**What is needed:** Print each record below word for word.

**Supplied records:**
<<<<
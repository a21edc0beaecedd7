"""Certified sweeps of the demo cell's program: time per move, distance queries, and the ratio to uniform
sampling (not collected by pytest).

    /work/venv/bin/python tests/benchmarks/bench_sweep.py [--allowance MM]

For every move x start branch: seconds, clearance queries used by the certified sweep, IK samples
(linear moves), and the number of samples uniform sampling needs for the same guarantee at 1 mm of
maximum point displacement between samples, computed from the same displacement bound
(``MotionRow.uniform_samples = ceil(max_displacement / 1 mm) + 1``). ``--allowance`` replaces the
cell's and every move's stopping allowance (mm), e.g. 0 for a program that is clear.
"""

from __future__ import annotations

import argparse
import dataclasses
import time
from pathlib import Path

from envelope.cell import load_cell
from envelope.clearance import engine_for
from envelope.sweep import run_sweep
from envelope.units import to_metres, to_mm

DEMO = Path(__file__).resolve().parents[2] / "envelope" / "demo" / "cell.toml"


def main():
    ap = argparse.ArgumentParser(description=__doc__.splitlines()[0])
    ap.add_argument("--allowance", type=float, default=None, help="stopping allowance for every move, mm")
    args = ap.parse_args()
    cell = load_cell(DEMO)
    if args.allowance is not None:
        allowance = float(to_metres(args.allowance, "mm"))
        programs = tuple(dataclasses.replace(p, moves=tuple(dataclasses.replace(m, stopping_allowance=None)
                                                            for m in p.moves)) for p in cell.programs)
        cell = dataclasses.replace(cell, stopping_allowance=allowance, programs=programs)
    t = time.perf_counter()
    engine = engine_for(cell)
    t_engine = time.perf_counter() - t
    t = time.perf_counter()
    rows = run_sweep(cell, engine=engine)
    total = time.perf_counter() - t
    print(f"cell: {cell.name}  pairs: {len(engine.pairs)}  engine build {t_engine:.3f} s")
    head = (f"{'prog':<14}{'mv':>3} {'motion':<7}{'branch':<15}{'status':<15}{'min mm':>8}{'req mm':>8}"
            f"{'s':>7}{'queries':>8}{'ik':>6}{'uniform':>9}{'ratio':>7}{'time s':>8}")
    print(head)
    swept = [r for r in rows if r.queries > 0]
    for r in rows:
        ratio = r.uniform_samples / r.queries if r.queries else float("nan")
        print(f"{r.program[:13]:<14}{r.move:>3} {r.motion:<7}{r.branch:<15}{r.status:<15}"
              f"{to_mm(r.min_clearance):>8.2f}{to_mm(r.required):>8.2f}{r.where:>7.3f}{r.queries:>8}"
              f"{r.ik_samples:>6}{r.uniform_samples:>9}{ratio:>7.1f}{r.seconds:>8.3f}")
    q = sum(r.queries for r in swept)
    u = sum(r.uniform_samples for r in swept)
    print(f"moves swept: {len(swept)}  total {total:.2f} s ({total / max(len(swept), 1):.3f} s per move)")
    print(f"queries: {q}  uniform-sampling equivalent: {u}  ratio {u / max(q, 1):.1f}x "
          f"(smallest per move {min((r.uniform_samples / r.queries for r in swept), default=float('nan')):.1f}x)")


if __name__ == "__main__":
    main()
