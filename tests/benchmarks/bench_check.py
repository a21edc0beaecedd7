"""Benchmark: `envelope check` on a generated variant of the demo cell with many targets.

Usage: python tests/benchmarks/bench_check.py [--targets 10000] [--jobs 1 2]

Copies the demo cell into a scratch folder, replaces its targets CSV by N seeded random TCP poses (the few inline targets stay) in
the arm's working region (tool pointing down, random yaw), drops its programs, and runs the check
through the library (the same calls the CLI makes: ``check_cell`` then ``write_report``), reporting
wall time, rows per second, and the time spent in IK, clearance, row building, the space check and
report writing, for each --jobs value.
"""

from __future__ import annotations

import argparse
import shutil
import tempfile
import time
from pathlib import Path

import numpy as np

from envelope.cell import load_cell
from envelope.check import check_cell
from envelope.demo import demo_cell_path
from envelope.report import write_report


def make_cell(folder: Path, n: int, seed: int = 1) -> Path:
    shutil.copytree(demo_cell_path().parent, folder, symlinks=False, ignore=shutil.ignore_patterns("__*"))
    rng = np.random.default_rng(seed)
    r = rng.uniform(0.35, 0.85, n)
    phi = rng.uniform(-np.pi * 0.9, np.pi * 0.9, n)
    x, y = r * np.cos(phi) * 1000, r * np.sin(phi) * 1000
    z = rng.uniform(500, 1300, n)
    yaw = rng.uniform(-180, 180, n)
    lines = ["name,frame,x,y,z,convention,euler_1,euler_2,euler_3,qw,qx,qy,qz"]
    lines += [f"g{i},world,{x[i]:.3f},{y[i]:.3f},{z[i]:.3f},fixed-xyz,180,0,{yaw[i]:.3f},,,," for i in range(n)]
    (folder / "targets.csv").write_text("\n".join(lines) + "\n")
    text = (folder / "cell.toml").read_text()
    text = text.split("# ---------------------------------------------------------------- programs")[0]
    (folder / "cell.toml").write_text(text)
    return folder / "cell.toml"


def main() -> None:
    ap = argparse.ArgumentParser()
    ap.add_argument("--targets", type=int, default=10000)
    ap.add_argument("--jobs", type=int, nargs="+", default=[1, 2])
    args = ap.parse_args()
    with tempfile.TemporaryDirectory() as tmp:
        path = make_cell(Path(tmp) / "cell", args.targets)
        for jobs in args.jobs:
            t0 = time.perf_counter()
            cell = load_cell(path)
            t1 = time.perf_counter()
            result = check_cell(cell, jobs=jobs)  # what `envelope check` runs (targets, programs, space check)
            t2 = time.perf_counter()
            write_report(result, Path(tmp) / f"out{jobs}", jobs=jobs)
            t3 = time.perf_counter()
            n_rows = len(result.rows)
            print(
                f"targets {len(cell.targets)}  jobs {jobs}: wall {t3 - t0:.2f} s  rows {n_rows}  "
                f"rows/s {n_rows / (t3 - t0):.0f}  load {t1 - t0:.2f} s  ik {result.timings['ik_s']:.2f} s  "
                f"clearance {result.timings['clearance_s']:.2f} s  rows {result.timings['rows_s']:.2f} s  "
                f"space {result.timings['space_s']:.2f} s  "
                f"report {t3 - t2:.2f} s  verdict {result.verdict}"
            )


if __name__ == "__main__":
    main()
>>>>
**Your solution:**
repository a21edc0beaecedd7
"""Certified sweeps of the demo cell's program: time per move, distance queries, and the ratio to uniform
sampling (not collected by pytest).

    /work/venv/bin/python tests/benchmarks/bench_sweep.py [--allowance MM]

For every move x start branch: seconds, clearance queries used by the certified sweep, IK samples
(linear moves), and the number of samples uniform sampling needs for the same guarantee at 1 mm of
maximum point displacement between samples, computed from the same displacement bound
(``MotionRow.uniform_samples = ceil(max_displacement / 1 mm) + 1``). ``--allowance`` replaces the
cell's and every move's stopping allowance (mm), e.g. 0 for a program that is clear.
"""

from __future__ import annotations

import argparse
import dataclasses
import time
from pathlib import Path

from envelope.cell import load_cell
from envelope.clearance import engine_for
from envelope.sweep import run_sweep
from envelope.units import to_metres, to_mm

DEMO = Path(__file__).resolve().parents[2] / "envelope" / "demo" / "cell.toml"


def main():
    ap = argparse.ArgumentParser(description=__doc__.splitlines()[0])
    ap.add_argument("--allowance", type=float, default=None, help="stopping allowance for every move, mm")
    args = ap.parse_args()
    cell = load_cell(DEMO)
    if args.allowance is not None:
        allowance = float(to_metres(args.allowance, "mm"))
        programs = tuple(dataclasses.replace(p, moves=tuple(dataclasses.replace(m, stopping_allowance=None)
                                                            for m in p.moves)) for p in cell.programs)
        cell = dataclasses.replace(cell, stopping_allowance=allowance, programs=programs)
    t = time.perf_counter()
    engine = engine_for(cell)
    t_engine = time.perf_counter() - t
    t = time.perf_counter()
    rows = run_sweep(cell, engine=engine)
    total = time.perf_counter() - t
    print(f"cell: {cell.name}  pairs: {len(engine.pairs)}  engine build {t_engine:.3f} s")
    head = (f"{'prog':<14}{'mv':>3} {'motion':<7}{'branch':<15}{'status':<15}{'min mm':>8}{'req mm':>8}"
            f"{'s':>7}{'queries':>8}{'ik':>6}{'uniform':>9}{'ratio':>7}{'time s':>8}")
    print(head)
    swept = [r for r in rows if r.queries > 0]
    for r in rows:
        ratio = r.uniform_samples / r.queries if r.queries else float("nan")
        print(f"{r.program[:13]:<14}{r.move:>3} {r.motion:<7}{r.branch:<15}{r.status:<15}"
              f"{to_mm(r.min_clearance):>8.2f}{to_mm(r.required):>8.2f}{r.where:>7.3f}{r.queries:>8}"
              f"{r.ik_samples:>6}{r.uniform_samples:>9}{ratio:>7.1f}{r.seconds:>8.3f}")
    q = sum(r.queries for r in swept)
    u = sum(r.uniform_samples for r in swept)
    print(f"moves swept: {len(swept)}  total {total:.2f} s ({total / max(len(swept), 1):.3f} s per move)")
    print(f"queries: {q}  uniform-sampling equivalent: {u}  ratio {u / max(q, 1):.1f}x "
          f"(smallest per move {min((r.uniform_samples / r.queries for r in swept), default=float('nan')):.1f}x)")


if __name__ == "__main__":
    main()
filename tests/benchmarks/bench_check.py
repository a21edc0beaecedd7
"""Benchmark: `envelope check` on a generated variant of the demo cell with many targets.

Usage: python tests/benchmarks/bench_check.py [--targets 10000] [--jobs 1 2]

Copies the demo cell into a scratch folder, replaces its targets CSV by N seeded random TCP poses (the few inline targets stay) in
the arm's working region (tool pointing down, random yaw), drops its programs, and runs the check
through the library (the same calls the CLI makes: ``check_cell`` then ``write_report``), reporting
wall time, rows per second, and the time spent in IK, clearance, row building, the space check and
report writing, for each --jobs value.
"""

from __future__ import annotations

import argparse
import shutil
import tempfile
import time
from pathlib import Path

import numpy as np

from envelope.cell import load_cell
from envelope.check import check_cell
from envelope.demo import demo_cell_path
from envelope.report import write_report


def make_cell(folder: Path, n: int, seed: int = 1) -> Path:
    shutil.copytree(demo_cell_path().parent, folder, symlinks=False, ignore=shutil.ignore_patterns("__*"))
    rng = np.random.default_rng(seed)
    r = rng.uniform(0.35, 0.85, n)
    phi = rng.uniform(-np.pi * 0.9, np.pi * 0.9, n)
    x, y = r * np.cos(phi) * 1000, r * np.sin(phi) * 1000
    z = rng.uniform(500, 1300, n)
    yaw = rng.uniform(-180, 180, n)
    lines = ["name,frame,x,y,z,convention,euler_1,euler_2,euler_3,qw,qx,qy,qz"]
    lines += [f"g{i},world,{x[i]:.3f},{y[i]:.3f},{z[i]:.3f},fixed-xyz,180,0,{yaw[i]:.3f},,,," for i in range(n)]
    (folder / "targets.csv").write_text("\n".join(lines) + "\n")
    text = (folder / "cell.toml").read_text()
    text = text.split("# ---------------------------------------------------------------- programs")[0]
    (folder / "cell.toml").write_text(text)
    return folder / "cell.toml"


def main() -> None:
    ap = argparse.ArgumentParser()
    ap.add_argument("--targets", type=int, default=10000)
    ap.add_argument("--jobs", type=int, nargs="+", default=[1, 2])
    args = ap.parse_args()
    with tempfile.TemporaryDirectory() as tmp:
        path = make_cell(Path(tmp) / "cell", args.targets)
        for jobs in args.jobs:
            t0 = time.perf_counter()
            cell = load_cell(path)
            t1 = time.perf_counter()
            result = check_cell(cell, jobs=jobs)  # what `envelope check` runs (targets, programs, space check)
            t2 = time.perf_counter()
            write_report(result, Path(tmp) / f"out{jobs}", jobs=jobs)
            t3 = time.perf_counter()
            n_rows = len(result.rows)
            print(
                f"targets {len(cell.targets)}  jobs {jobs}: wall {t3 - t0:.2f} s  rows {n_rows}  "
                f"rows/s {n_rows / (t3 - t0):.0f}  load {t1 - t0:.2f} s  ik {result.timings['ik_s']:.2f} s  "
                f"clearance {result.timings['clearance_s']:.2f} s  rows {result.timings['rows_s']:.2f} s  "
                f"space {result.timings['space_s']:.2f} s  "
                f"report {t3 - t2:.2f} s  verdict {result.verdict}"
            )


if __name__ == "__main__":
    main()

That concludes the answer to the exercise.